The output should be every line below that includes the word "export".

==============================

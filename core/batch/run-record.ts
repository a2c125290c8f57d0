// run.json: what is needed to reproduce a batch (settings, software versions, inputs and their hashes).
import type { AnalysisSettings } from '../settings';

/** Software versions recorded with a run. */
export interface SoftwareVersions {
  readonly eggline: string;
  readonly node: string;
  readonly sharp: string | null;
  readonly libvips: string | null;
}

/** One input file of a run: relative path, size in bytes, SHA-256 (hex) and outcome. */
export interface RunInput {
  readonly file: string;
  readonly bytes: number | null;
  readonly sha256: string | null;
  readonly status: 'ok' | 'error' | 'not-run';
  readonly error: string | null;
}

/** Which part of a split batch a run analysed (`eggline batch --shard K/N`). */
export interface ShardInfo {
  /** Part K (1-based) of N parts. */
  readonly part: number;
  readonly parts: number;
  /** The whole input list (every part's files): number of files, total bytes, SHA-256 of its canonical text. */
  readonly inputCount: number;
  readonly inputBytes: number;
  readonly inputListSha256: string;
  /** SHA-256 of the project file used (hand edits), null when none. */
  readonly projectSha256: string | null;
}

/** What `eggline merge` combined: the parts found and what was missing (only with --allow-missing). */
export interface MergeInfo {
  readonly parts: number;
  readonly partsMerged: readonly number[];
  readonly missingParts: readonly number[];
  /** Files of missing or unfinished parts that have no row; null when they cannot be known (input folder unreadable). */
  readonly missingFiles: readonly string[] | null;
  readonly inputListSha256: string;
}

/** Why a run did not finish: stopped by Ctrl+C / SIGTERM / the app, killed (its launching process went away, or it
 *  never got to write its final record), or failed (an error stopped it). */
export type RunEndReason = 'cancelled' | 'killed' | 'failed';

/** The run record written as run.json next to every batch output. */
export interface RunRecord {
  readonly schema: 'eggline-run';
  readonly version: 2;
  readonly runId: string;
  readonly software: SoftwareVersions;
  /** ISO 8601 UTC times. */
  readonly startedAt: string;
  readonly endedAt: string;
  readonly commandLine: readonly string[] | null;
  readonly folder: string;
  readonly outDir: string;
  readonly projectFile: string | null;
  readonly configFile: string | null;
  readonly settings: AnalysisSettings;
  readonly jobs: number;
  readonly timeoutPerFileS: number;
  /** Memory allowed per file, bytes (--max-memory); null = no limit. */
  readonly maxMemoryBytes?: number | null;
  readonly cancelled: boolean;
  /** True only when every input file has its row in the tables. */
  readonly complete: boolean;
  /** Why the run is not complete; null when it is. */
  readonly reason: RunEndReason | null;
  /** What `reason` means for the files in this folder, one line; null when complete. */
  readonly note: string | null;
  /** Files whose results were taken from the journal of an earlier run (--resume) instead of analysed again. */
  readonly reused: number;
  readonly ok: number;
  readonly failed: number;
  readonly inputs: readonly RunInput[];
  /** Problems that did not stop the run (e.g. an unreadable subfolder), one line each. */
  readonly warnings: readonly string[];
  /** The flat-field and background images used (absolute path and SHA-256), when the settings name any. */
  readonly corrections?: {
    readonly flatField: { readonly file: string; readonly sha256: string } | null;
    readonly backgroundImage: { readonly file: string; readonly sha256: string } | null;
  };
  /** Present when the cohort step ran with options from the project's cohort entry: the options in force (flag >
   *  project > default) and who gave the background condition, as the cohort step used them. */
  readonly cohortOptions?: {
    readonly reference: string | null;
    readonly backgroundCondition: string | null;
    readonly backgroundConditionNamedBy: string;
    readonly normalisation: string;
    readonly lambdaPosteriorEl: number | null;
    readonly equivalenceMargin: number | null;
    readonly covariates: readonly string[];
  };
  /** Present when the run analysed one part of a split batch. */
  readonly shard?: ShardInfo;
  /** Present when the record was made by merging parts. */
  readonly merge?: MergeInfo;
}

/** run.json text (pretty-printed, ends with a newline). */
export function runRecordToJson(record: RunRecord): string {
  return `${JSON.stringify(record, null, 2)}\n`;
}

==============================

Final answer -
export interface SoftwareVersions {
export interface RunInput {
export interface ShardInfo {
export interface MergeInfo {
export type RunEndReason = 'cancelled' | 'killed' | 'failed';
export interface RunRecord {
export function runRecordToJson(record: RunRecord): string {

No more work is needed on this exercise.